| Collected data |

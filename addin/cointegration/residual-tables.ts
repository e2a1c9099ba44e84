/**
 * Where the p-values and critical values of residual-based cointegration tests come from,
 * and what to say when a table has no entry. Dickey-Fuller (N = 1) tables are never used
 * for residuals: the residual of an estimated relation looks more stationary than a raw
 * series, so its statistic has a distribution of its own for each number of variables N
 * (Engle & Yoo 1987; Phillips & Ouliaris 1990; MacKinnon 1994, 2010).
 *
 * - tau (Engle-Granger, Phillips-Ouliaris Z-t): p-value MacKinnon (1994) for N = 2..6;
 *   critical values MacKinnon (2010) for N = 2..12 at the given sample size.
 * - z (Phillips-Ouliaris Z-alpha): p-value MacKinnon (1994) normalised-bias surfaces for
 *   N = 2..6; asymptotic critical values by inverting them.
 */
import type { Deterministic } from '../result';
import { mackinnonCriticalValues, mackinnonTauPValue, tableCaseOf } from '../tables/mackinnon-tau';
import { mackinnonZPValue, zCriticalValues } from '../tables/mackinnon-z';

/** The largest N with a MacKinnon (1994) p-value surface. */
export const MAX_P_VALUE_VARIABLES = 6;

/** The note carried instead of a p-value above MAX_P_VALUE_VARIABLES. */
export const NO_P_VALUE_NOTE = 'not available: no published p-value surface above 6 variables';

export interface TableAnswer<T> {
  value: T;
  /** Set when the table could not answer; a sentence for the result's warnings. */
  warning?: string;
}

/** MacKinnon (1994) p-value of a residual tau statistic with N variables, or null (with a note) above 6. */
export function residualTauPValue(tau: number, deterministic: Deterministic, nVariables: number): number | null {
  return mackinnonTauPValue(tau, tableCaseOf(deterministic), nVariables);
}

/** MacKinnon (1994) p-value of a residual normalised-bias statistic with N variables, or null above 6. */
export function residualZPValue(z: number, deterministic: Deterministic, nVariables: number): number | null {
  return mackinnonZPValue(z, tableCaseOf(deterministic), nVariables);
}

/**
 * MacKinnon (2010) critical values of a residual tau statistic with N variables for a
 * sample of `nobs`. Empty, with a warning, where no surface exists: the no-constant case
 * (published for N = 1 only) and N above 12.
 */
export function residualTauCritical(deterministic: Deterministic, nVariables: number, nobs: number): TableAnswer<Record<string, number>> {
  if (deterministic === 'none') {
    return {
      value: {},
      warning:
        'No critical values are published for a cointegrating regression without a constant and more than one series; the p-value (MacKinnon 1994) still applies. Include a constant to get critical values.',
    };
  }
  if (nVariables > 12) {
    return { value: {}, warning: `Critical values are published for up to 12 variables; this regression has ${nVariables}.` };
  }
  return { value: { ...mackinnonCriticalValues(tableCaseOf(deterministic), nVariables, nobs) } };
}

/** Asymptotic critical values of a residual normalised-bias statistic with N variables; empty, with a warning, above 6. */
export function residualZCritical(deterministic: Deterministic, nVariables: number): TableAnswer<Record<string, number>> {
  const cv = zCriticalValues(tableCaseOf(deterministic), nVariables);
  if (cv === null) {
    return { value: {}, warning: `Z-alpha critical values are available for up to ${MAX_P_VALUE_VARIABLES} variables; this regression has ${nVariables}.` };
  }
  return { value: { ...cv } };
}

| Work request |
Repeat all of the entries above exactly.

| Your solution |
filename addin/cointegration/residual-tables.ts
repository e2a1c9099ba44e84
/**
 * Where the p-values and critical values of residual-based cointegration tests come from,
 * and what to say when a table has no entry. Dickey-Fuller (N = 1) tables are never used
 * for residuals: the residual of an estimated relation looks more stationary than a raw
 * series, so its statistic has a distribution of its own for each number of variables N
 * (Engle & Yoo 1987; Phillips & Ouliaris 1990; MacKinnon 1994, 2010).
 *
 * - tau (Engle-Granger, Phillips-Ouliaris Z-t): p-value MacKinnon (1994) for N = 2..6;
 *   critical values MacKinnon (2010) for N = 2..12 at the given sample size.
 * - z (Phillips-Ouliaris Z-alpha): p-value MacKinnon (1994) normalised-bias surfaces for
 *   N = 2..6; asymptotic critical values by inverting them.
 */
import type { Deterministic } from '../result';
import { mackinnonCriticalValues, mackinnonTauPValue, tableCaseOf } from '../tables/mackinnon-tau';
import { mackinnonZPValue, zCriticalValues } from '../tables/mackinnon-z';

/** The largest N with a MacKinnon (1994) p-value surface. */
export const MAX_P_VALUE_VARIABLES = 6;

/** The note carried instead of a p-value above MAX_P_VALUE_VARIABLES. */
export const NO_P_VALUE_NOTE = 'not available: no published p-value surface above 6 variables';

export interface TableAnswer<T> {
  value: T;
  /** Set when the table could not answer; a sentence for the result's warnings. */
  warning?: string;
}

/** MacKinnon (1994) p-value of a residual tau statistic with N variables, or null (with a note) above 6. */
export function residualTauPValue(tau: number, deterministic: Deterministic, nVariables: number): number | null {
  return mackinnonTauPValue(tau, tableCaseOf(deterministic), nVariables);
}

/** MacKinnon (1994) p-value of a residual normalised-bias statistic with N variables, or null above 6. */
export function residualZPValue(z: number, deterministic: Deterministic, nVariables: number): number | null {
  return mackinnonZPValue(z, tableCaseOf(deterministic), nVariables);
}

/**
 * MacKinnon (2010) critical values of a residual tau statistic with N variables for a
 * sample of `nobs`. Empty, with a warning, where no surface exists: the no-constant case
 * (published for N = 1 only) and N above 12.
 */
export function residualTauCritical(deterministic: Deterministic, nVariables: number, nobs: number): TableAnswer<Record<string, number>> {
  if (deterministic === 'none') {
    return {
      value: {},
      warning:
        'No critical values are published for a cointegrating regression without a constant and more than one series; the p-value (MacKinnon 1994) still applies. Include a constant to get critical values.',
    };
  }
  if (nVariables > 12) {
    return { value: {}, warning: `Critical values are published for up to 12 variables; this regression has ${nVariables}.` };
  }
  return { value: { ...mackinnonCriticalValues(tableCaseOf(deterministic), nVariables, nobs) } };
}

/** Asymptotic critical values of a residual normalised-bias statistic with N variables; empty, with a warning, above 6. */
export function residualZCritical(deterministic: Deterministic, nVariables: number): TableAnswer<Record<string, number>> {
  const cv = zCriticalValues(tableCaseOf(deterministic), nVariables);
  if (cv === null) {
    return { value: {}, warning: `Z-alpha critical values are available for up to ${MAX_P_VALUE_VARIABLES} variables; this regression has ${nVariables}.` };
  }
  return { value: { ...cv } };
}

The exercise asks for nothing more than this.